Segment Start: RECORDS FOR THE EXERCISE

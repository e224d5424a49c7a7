/**
 * The app's one store: its state, the instance (a framework-free core,
 * ./core.ts), the setters the panels call, and a thin React hook.
 * Components read slices; the frame loop never touches React state.
 */
import { useSyncExternalStore } from 'react';
import type { FieldConditions } from '../../physics/field/conditions';
import type { OvalResult, SceneResult, SiteInput, SitesResult, SweepResult } from '../../../workers/protocol';
import { DEMO_SCENARIO } from '../scenario';
import { noteChange } from '../perf';
import { createStore, type Store } from './core';

export { conjugateAltOf, type AltPreset, type ProductSettings } from './products';
import type { ProductSettings } from './products';

interface ViewSettings {
  magGraticule: boolean;
  /** Polar maps: draw the corrected geomagnetic (CGM) latitude circles and MLT meridians (shared through the URL, cgm=1). */
  cgmGraticule: boolean;
  fan: boolean;
  magnetopauseSurface: boolean;
  playing: boolean;
  sweepVary: 'pdyn' | 'bz';
  sweepMlt: number;
}

interface PerfMark {
  /** Sequence number of the latest condition change and when it happened (performance.now()). */
  seq: number;
  changedAt: number;
}

export interface AppState {
  scenarioName: string;
  conditions: FieldConditions;
  products: ProductSettings;
  sites: SiteInput[];
  view: ViewSettings;
  scene: SceneResult | null;
  oval: OvalResult | null;
  siteResults: SitesResult | null;
  sweep: SweepResult | null;
  /** Engine errors (messages), by channel. */
  errors: Partial<Record<'scene' | 'oval' | 'sites' | 'sweep' | 'engine', string>>;
  pending: { scene: boolean; oval: boolean; sites: boolean; sweep: boolean };
  perf: PerfMark;
  /** Change sequence that the current scene / oval answers belong to. */
  sceneSeq: number;
  ovalSeq: number;
  /** The inputs (by reference) each current answer was computed for: lets tests and the UI tell fresh from lagging. */
  answeredFor: Partial<Record<'scene' | 'oval' | 'sites' | 'sweep', AnsweredFor>>;
  /** What a shared link asked for that was refused or read in a particular way (shown until dismissed). */
  notices: string[];
}

export interface AnsweredFor {
  conditions: FieldConditions;
  products: ProductSettings;
  sites: SiteInput[];
  view: ViewSettings;
}

function initialState(): AppState {
  return {
    scenarioName: DEMO_SCENARIO.name,
    conditions: { ...DEMO_SCENARIO.conditions },
    products: { ...DEMO_SCENARIO.products },
    sites: DEMO_SCENARIO.sites.map((s) => ({ ...s })),
    view: { magGraticule: false, cgmGraticule: false, fan: true, magnetopauseSurface: true, playing: false, sweepVary: 'pdyn', sweepMlt: 0 },
    scene: null,
    oval: null,
    siteResults: null,
    sweep: null,
    errors: {},
    pending: { scene: false, oval: false, sites: false, sweep: false },
    perf: { seq: 0, changedAt: 0 },
    sceneSeq: -1,
    ovalSeq: -1,
    answeredFor: {},
    notices: [],
  };
}

export const store: Store<AppState> = createStore(initialState());

/** Subscribe a component to one slice; the selector must return a stable reference or a primitive. */
export function useStore<U>(selector: (s: AppState) => U): U {
  return useSyncExternalStore(store.subscribe, () => selector(store.get()), () => selector(store.get()));
}

/** Change conditions (marks a new perf sequence; the engine client reacts). */
export function setConditions(patch: Partial<FieldConditions>): void {
  noteChange(store.get().perf.seq + 1);
  store.set((s) => ({
    conditions: { ...s.conditions, ...patch },
    scenarioName: s.scenarioName.endsWith('(edited)') ? s.scenarioName : `${s.scenarioName} (edited)`,
    perf: { seq: s.perf.seq + 1, changedAt: performance.now() },
  }));
}

export function setProducts(patch: Partial<ProductSettings>): void {
  noteChange(store.get().perf.seq + 1);
  store.set((s) => ({ products: { ...s.products, ...patch }, perf: { seq: s.perf.seq + 1, changedAt: performance.now() } }));
}

export function setView(patch: Partial<ViewSettings>): void {
  store.set((s) => ({ view: { ...s.view, ...patch } }));
}

export function setSites(sites: SiteInput[]): void {
  store.set({ sites });
}
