/** Batch columns: CGM (--cgm) and sky darkness. */
import { describe, it, expect, afterAll } from 'vitest';
import * as Astro from 'astronomy-engine';
import { batchCli, scratchDir } from './helpers';
import { expectClose } from '../helpers';

const d = scratchDir('batch-cols-');
afterAll(() => d.remove());

describe('batch columns', () => {
  it('with --internal dipole the footpoint CGM latitude equals its MAG latitude (derived: in a pure dipole CGM = dipole coordinates); Sun elevation vs astronomy-engine to 0.05°', async () => {
    const sites = d.file('s.csv', 'name,lat_deg,lon_deg\nFenmoor,67.1,21.3\nGlasswick,62.4,-95.2\n');
    const r = await batchCli(['--sites', sites, '--time', '2025-03-20T12:00:00Z', '--internal', 'dipole', '--cgm', '--format', 'json', '--workers', '1']);
    expect(r.code, r.err).toBe(0);
    const rows = r.out.trim().split('\n').slice(1).map((l) => JSON.parse(l) as Record<string, any>);
    for (const row of rows) {
      expectClose(row.foot_cgm_lat_deg, row.mag_lat_deg, 1e-3, `${row.site} foot CGM lat vs MAG lat`);
      const obs = new Astro.Observer(row.site_lat_deg, row.site_lon_deg, 0);
      const t = Astro.MakeTime(new Date('2025-03-20T12:00:00Z'));
      const eq = Astro.Equator(Astro.Body.Sun, t, obs, true, true);
      expectClose(row.sun_elevation_deg, Astro.Horizon(t, obs, eq.ra, eq.dec).altitude, 0.05, `${row.site} Sun elevation (astronomy-engine)`);
      if (row.sun_elevation_deg > 0) expect(row.sky_visible === true).toBe(false);
    }
  });
});
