/** The app's product settings (altitudes, source distance, search floor): a type of their own, so the demo scenario and the store share it without a cycle. */
export type AltPreset = 'ground' | 'green' | 'red' | 'custom';

export interface ProductSettings {
  altPreset: AltPreset;
  /** Footpoint (emission) altitude, km. */
  altKm: number;
  /** Altitude of the conjugate point, km; null = the footpoint altitude (the one rule of app, trace and batch). */
  conjugateAltKm: number | null;
  /** Equatorial source distance of the equatorward edge, RE; null = follows the conditions (the model's storm-following value). */
  sourceRe: number | null;
  minElevationDeg: number;
  /** Lowest magnetic latitude the boundary searches start from, deg. */
  minLatDeg: number;
}

/** The conjugate altitude in use (km): the set value, or the footpoint altitude when none is set. */
export function conjugateAltOf(p: ProductSettings): number {
  return p.conjugateAltKm ?? p.altKm;
}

Segment End: RECORDS FOR THE EXERCISE

Print every record above exactly as it stands.

repository e224d5424a49c7a7
/**
 * The app's one store: its state, the instance (a framework-free core,
 * ./core.ts), the setters the panels call, and a thin React hook.
 * Components read slices; the frame loop never touches React state.
 */
import { useSyncExternalStore } from 'react';
import type { FieldConditions } from '../../physics/field/conditions';
import type { OvalResult, SceneResult, SiteInput, SitesResult, SweepResult } from '../../../workers/protocol';
import { DEMO_SCENARIO } from '../scenario';
import { noteChange } from '../perf';
import { createStore, type Store } from './core';

export { conjugateAltOf, type AltPreset, type ProductSettings } from './products';
import type { ProductSettings } from './products';

interface ViewSettings {
  magGraticule: boolean;
  /** Polar maps: draw the corrected geomagnetic (CGM) latitude circles and MLT meridians (shared through the URL, cgm=1). */
  cgmGraticule: boolean;
  fan: boolean;
  magnetopauseSurface: boolean;
  playing: boolean;
  sweepVary: 'pdyn' | 'bz';
  sweepMlt: number;
}

interface PerfMark {
  /** Sequence number of the latest condition change and when it happened (performance.now()). */
  seq: number;
  changedAt: number;
}

export interface AppState {
  scenarioName: string;
  conditions: FieldConditions;
  products: ProductSettings;
  sites: SiteInput[];
  view: ViewSettings;
  scene: SceneResult | null;
  oval: OvalResult | null;
  siteResults: SitesResult | null;
  sweep: SweepResult | null;
  /** Engine errors (messages), by channel. */
  errors: Partial<Record<'scene' | 'oval' | 'sites' | 'sweep' | 'engine', string>>;
  pending: { scene: boolean; oval: boolean; sites: boolean; sweep: boolean };
  perf: PerfMark;
  /** Change sequence that the current scene / oval answers belong to. */
  sceneSeq: number;
  ovalSeq: number;
  /** The inputs (by reference) each current answer was computed for: lets tests and the UI tell fresh from lagging. */
  answeredFor: Partial<Record<'scene' | 'oval' | 'sites' | 'sweep', AnsweredFor>>;
  /** What a shared link asked for that was refused or read in a particular way (shown until dismissed). */
  notices: string[];
}

export interface AnsweredFor {
  conditions: FieldConditions;
  products: ProductSettings;
  sites: SiteInput[];
  view: ViewSettings;
}

function initialState(): AppState {
  return {
    scenarioName: DEMO_SCENARIO.name,
    conditions: { ...DEMO_SCENARIO.conditions },
    products: { ...DEMO_SCENARIO.products },
    sites: DEMO_SCENARIO.sites.map((s) => ({ ...s })),
    view: { magGraticule: false, cgmGraticule: false, fan: true, magnetopauseSurface: true, playing: false, sweepVary: 'pdyn', sweepMlt: 0 },
    scene: null,
    oval: null,
    siteResults: null,
    sweep: null,
    errors: {},
    pending: { scene: false, oval: false, sites: false, sweep: false },
    perf: { seq: 0, changedAt: 0 },
    sceneSeq: -1,
    ovalSeq: -1,
    answeredFor: {},
    notices: [],
  };
}

export const store: Store<AppState> = createStore(initialState());

/** Subscribe a component to one slice; the selector must return a stable reference or a primitive. */
export function useStore<U>(selector: (s: AppState) => U): U {
  return useSyncExternalStore(store.subscribe, () => selector(store.get()), () => selector(store.get()));
}

/** Change conditions (marks a new perf sequence; the engine client reacts). */
export function setConditions(patch: Partial<FieldConditions>): void {
  noteChange(store.get().perf.seq + 1);
  store.set((s) => ({
    conditions: { ...s.conditions, ...patch },
    scenarioName: s.scenarioName.endsWith('(edited)') ? s.scenarioName : `${s.scenarioName} (edited)`,
    perf: { seq: s.perf.seq + 1, changedAt: performance.now() },
  }));
}

export function setProducts(patch: Partial<ProductSettings>): void {
  noteChange(store.get().perf.seq + 1);
  store.set((s) => ({ products: { ...s.products, ...patch }, perf: { seq: s.perf.seq + 1, changedAt: performance.now() } }));
}

export function setView(patch: Partial<ViewSettings>): void {
  store.set((s) => ({ view: { ...s.view, ...patch } }));
}

export function setSites(sites: SiteInput[]): void {
  store.set({ sites });
}
/** Batch columns: CGM (--cgm) and sky darkness. */
import { describe, it, expect, afterAll } from 'vitest';
import * as Astro from 'astronomy-engine';
import { batchCli, scratchDir } from './helpers';
import { expectClose } from '../helpers';

const d = scratchDir('batch-cols-');
afterAll(() => d.remove());

describe('batch columns', () => {
  it('with --internal dipole the footpoint CGM latitude equals its MAG latitude (derived: in a pure dipole CGM = dipole coordinates); Sun elevation vs astronomy-engine to 0.05°', async () => {
    const sites = d.file('s.csv', 'name,lat_deg,lon_deg\nFenmoor,67.1,21.3\nGlasswick,62.4,-95.2\n');
    const r = await batchCli(['--sites', sites, '--time', '2025-03-20T12:00:00Z', '--internal', 'dipole', '--cgm', '--format', 'json', '--workers', '1']);
    expect(r.code, r.err).toBe(0);
    const rows = r.out.trim().split('\n').slice(1).map((l) => JSON.parse(l) as Record<string, any>);
    for (const row of rows) {
      expectClose(row.foot_cgm_lat_deg, row.mag_lat_deg, 1e-3, `${row.site} foot CGM lat vs MAG lat`);
      const obs = new Astro.Observer(row.site_lat_deg, row.site_lon_deg, 0);
      const t = Astro.MakeTime(new Date('2025-03-20T12:00:00Z'));
      const eq = Astro.Equator(Astro.Body.Sun, t, obs, true, true);
      expectClose(row.sun_elevation_deg, Astro.Horizon(t, obs, eq.ra, eq.dec).altitude, 0.05, `${row.site} Sun elevation (astronomy-engine)`);
      if (row.sun_elevation_deg > 0) expect(row.sky_visible === true).toBe(false);
    }
  });
});
/** The app's product settings (altitudes, source distance, search floor): a type of their own, so the demo scenario and the store share it without a cycle. */
export type AltPreset = 'ground' | 'green' | 'red' | 'custom';

export interface ProductSettings {
  altPreset: AltPreset;
  /** Footpoint (emission) altitude, km. */
  altKm: number;
  /** Altitude of the conjugate point, km; null = the footpoint altitude (the one rule of app, trace and batch). */
  conjugateAltKm: number | null;
  /** Equatorial source distance of the equatorward edge, RE; null = follows the conditions (the model's storm-following value). */
  sourceRe: number | null;
  minElevationDeg: number;
  /** Lowest magnetic latitude the boundary searches start from, deg. */
  minLatDeg: number;
}

/** The conjugate altitude in use (km): the set value, or the footpoint altitude when none is set. */
export function conjugateAltOf(p: ProductSettings): number {
  return p.conjugateAltKm ?? p.altKm;
}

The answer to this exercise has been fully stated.